What spaces are homeomorphic to $\mathbb{Q}^\omega$ = $\mathbb{Q}^\mathbb{N}$ = $\mathbb{Q}^\infty$?

Question

What spaces are homeomorphic to $\mathbb{Q}^\omega$ = $\mathbb{Q}^\mathbb{N}$ = $\mathbb{Q}^\infty$? (The space of all rational sequences, considered with the standard product topology).

I have found interesting characterization in a paper by Engelen "Characterizations of the countable infinite product of rationals and some related problems" that says:

Let $X = \{ (x_i)_{i \in \mathbb{N}} \in \mathbb{N}^\omega: lim_{i \mapsto \infty} x_i = \infty \}$. Then $X \simeq \mathbb{Q}^\omega$.

I find this interesting and my questions are

1. What are some more "practical" examples of spaces with the condition above?
2. What are other spaces or conditions for spaces being homeomorphic to $\mathbb{Q}^\omega$?

Thank you for any advice.

Answer 1

I have so far discovered four types of spaces homeomorphic to $\mathbb{Q}^\mathbb{N}$. (Thanks for useful sources that @Dave L. Renfo provided in his comments).

1. Paper: Characterizations of the countable infinite product of rationals and some related problems, author: Engelen (sorry I didnt find an online link, I have access via my university).

Let $X = \{ (x_i)_{i \in \mathbb{N}} \in \mathbb{N}^\omega: lim_{i \mapsto \infty} x_i = \infty \}$. Then $X \simeq \mathbb{Q}^\mathbb{N}$.

2. Paper: On the Group of Homeomorphisms of the Real Line That Map the Pseudoboundary Onto Itself

If $A$ is any countable dense subset of $\mathbb{R}$ then $H(\mathbb{R} | A)$ is homeomorphic to $\mathbb{Q}^\mathbb{N}$. (Where $H(\mathbb{R} | A)$ denotes the subgroup of $A$, $\{ f \in H(X) : f(A) = A\}$.

3. From the same paper as 2):

$H(C | D)$ is homeomorphic to $\mathbb{Q}^\mathbb{N}$. (Where $C$ stands for the Cantor set and $D$ is its countable dense subgroup).

4. Paper: Countable products of zero-dimensional absolute Fσδ spaces

For every zero-dimensional $F_{\sigma \delta}$-space $X$, we have $X \times \mathbb{Q}^\mathbb{N} \simeq \mathbb{Q}^\mathbb{N}$.

5. Paper: The same as 5)

Let $X$ be a non-empty closed subset of $\mathbb{Q}^\omega$. Then $X \times \mathbb{Q}^\omega \simeq \mathbb{Q}^\omega$.
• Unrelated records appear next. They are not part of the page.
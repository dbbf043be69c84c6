import { beforeAll, describe, expect, it } from "vitest";
import study from "#test/reference/data/gauge-study.json";
import { type ApiCaller, apiCaller } from "#test/support/api";
import { openShopOfTests } from "#test/support/shop-of-tests";
import { endpoints } from "./endpoints";

let call: ApiCaller;

beforeAll(async () => {
  call = apiCaller((await openShopOfTests()).readToken);
});

const calculate = async (path: string, body: unknown) => {
  const { status, body: answer } = await call("POST", `/calc/${path}`, { body });
  expect([status, answer.errors]).toEqual([200, undefined]);
  return answer;
};

const refused = async (path: string, body: unknown) => {
  const { status, body: answer } = await call("POST", `/calc/${path}`, { body });
  expect(status).toBe(422);
  return answer.errors as { path: string; code: string }[];
};

const inch = 0.0254;

describe("the examples", () => {
  it("of every calculator are answered", async () => {
    const calculators = endpoints.filter(({ who }) => who === "token");
    expect(calculators.map(({ path }) => path)).toEqual(
      "convert clearance oil film cycle wear fit-line next-step gauge-study map"
        .split(" ")
        .map((one) => `/calc/${one}`),
    );
    for (const { path, example } of calculators) {
      for (const units of ["inch", "metric"]) {
        const { status, body } = await call("POST", `${path}?units=${units}`, { body: example });
        expect([path, status, body.errors]).toEqual([path, 200, undefined]);
      }
    }
  });
});

// The inch is 25.4 mm by definition (NIST SP 811, appendix B), so these are exact.
describe("/calc/convert", () => {
  it("gives 53.34 mm for 2.1 in, and each other unit by its name or another spelling of it", async () => {
    const to = ["mm", "micron", "thou", "tenth", "µin", "nm", "m", "in"];
    const { values } = await calculate("convert", { quantity: "2.1000 in", to });
    expect(values.map(({ number }: { number: number }) => number)).toEqual([
      53.34, 53_340, 2100, 21_000, 2_100_000, 53_340_000, 0.05334, 2.1,
    ]);
    expect(values.map(({ unit }: { unit: string }) => unit)).toEqual(to);
    expect(values[0]).toEqual({ unit: "mm", number: 53.34, text: "53.34 mm" });
  });

  it("takes a temperature by its scale, not its factor (NIST SP 811, B.8)", async () => {
    const { values } = await calculate("convert", { quantity: "95 degC", to: ["degF", "K"] });
    expect(values.map(({ number }: { number: number }) => number)).toEqual([203, 368.15]);
  });

  it("refuses a bare number, an unknown unit, one of something else, and what can be read in two ways", async () => {
    expect(await refused("convert", { quantity: "2.1", to: ["mm"] })).toMatchObject([
      { path: "quantity", code: "no-unit" },
    ]);
    expect(await refused("convert", { quantity: 2.1, to: ["mm"] })).toMatchObject([{ code: "no-unit" }]);
    expect(await refused("convert", { quantity: "2.1 cubits", to: ["mm"] })).toMatchObject([
      { code: "wrong-unit" },
    ]);
    expect(await refused("convert", { quantity: "2.1 in", to: ["mm", "psi"] })).toMatchObject([
      { path: "to[1]" },
    ]);
    expect(await refused("convert", { quantity: "1,234 in", to: ["mm"] })).toMatchObject([
      { code: "ambiguous" },
    ]);
  });
});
6. The same paper as 4), 5)

Let $\{X_i: i \in \mathbb{N}\}$, $\{Y_i: i \in \mathbb{N}\}$ be families of non-empty, zero-dimensional absolute $F_{\sigma \delta}$-spaces which are not complete, and suppose that $\prod_{i=1}^\infty X_i$ and $\prod_{i=1}^\infty Y_i$ are homogeneous. If $\prod_{i=1}^\infty X_i$ and $\prod_{i=1}^\infty W_i$ are not Baire, then they are homeomorphic to $\mathbb{Q}^\omega$.

Answer 2

Let $f(z)=\exp(z)-1$. The "zero-dimensional remainder" of $\mathbb Q ^\omega$ is homeomorphic to the set of points in the complex plane $z\in \mathbb C$ such that $f^n(z)$ goes to neither $0$ nor $\infty$ https://arxiv.org/pdf/2010.13876.pdf. By zero-dimensional remainder, I mean the complement of a dense copy of $\mathbb Q ^\omega$ in a complete zero-dimensional space. For example, $\mathbb P ^\omega\setminus (\mathbb Q+\pi)^\omega$. I am unaware of a copy of $\mathbb Q ^\omega$ that is generated very simply in this manner, in complex dynamics.